A Gender Rights Activist working with the tribal and marginalized communities in india, Srilekha is a PhD scholar working on understanding body and sexuality among tribal girls, to fill the gaps in research around indigenous women and their stories. Srilekha has worked extensively at the grassroots level with community based organisations, through several advocacy initiatives around Gender, Mental Health, Menstrual Hygiene and Sexual and Reproductive Health Rights (SRHR) for the indigenous in Jharkhand, over the last 6 years.

Srilekha has also contributed to sustainable livelihood projects and legal aid programs for survivors of sex trafficking. She has been conducting research based programs on maternal health, mental health, gender based violence, sex and sexuality. Her interest lies in conducting workshops for young people on life skills, feminism, gender and sexuality, trauma, resilience and interpersonal relationships.

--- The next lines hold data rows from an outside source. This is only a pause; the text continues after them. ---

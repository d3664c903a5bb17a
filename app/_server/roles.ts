// Who may call what, as the guard (guard.ts) and the custom server's lean handlers check it.
import type { Role } from "@/db/schema";

export const ALL_ROLES = ["owner", "grower", "night_manager"] as const satisfies readonly Role[];
export const CAN_CHANGE = ["owner", "grower"] as const satisfies readonly Role[];
export const OWNER_ONLY = ["owner"] as const satisfies readonly Role[];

A Guwahati-based college student pursuing her Masters in Tata Institute of Social Sciences, Bidisha started the #BleedwithDignity campaign on the technology platform Change.org, demanding that the Government of Assam install
biodegradable sanitary pad vending machines in all government schools across the state. Her petition on Change.org has already gathered support from over 90000 people and continues to grow.

Bidisha was selected in Change.org’s flagship program ‘She Creates Change’ having run successful online advocacy
campaigns, which were widely recognised. Through the #BleedwithDignity campaign; she organised and celebrated World Menstrual Hygiene Day, 2019 in Guwahati, Assam by hosting a wall mural by collaborating with local organisations. The initiative was widely covered by national and local media, and the mural was later inaugurated by the event’s chief guest Commissioner of Guwahati Municipal Corporation (GMC) Debeswar Malakar, IAS.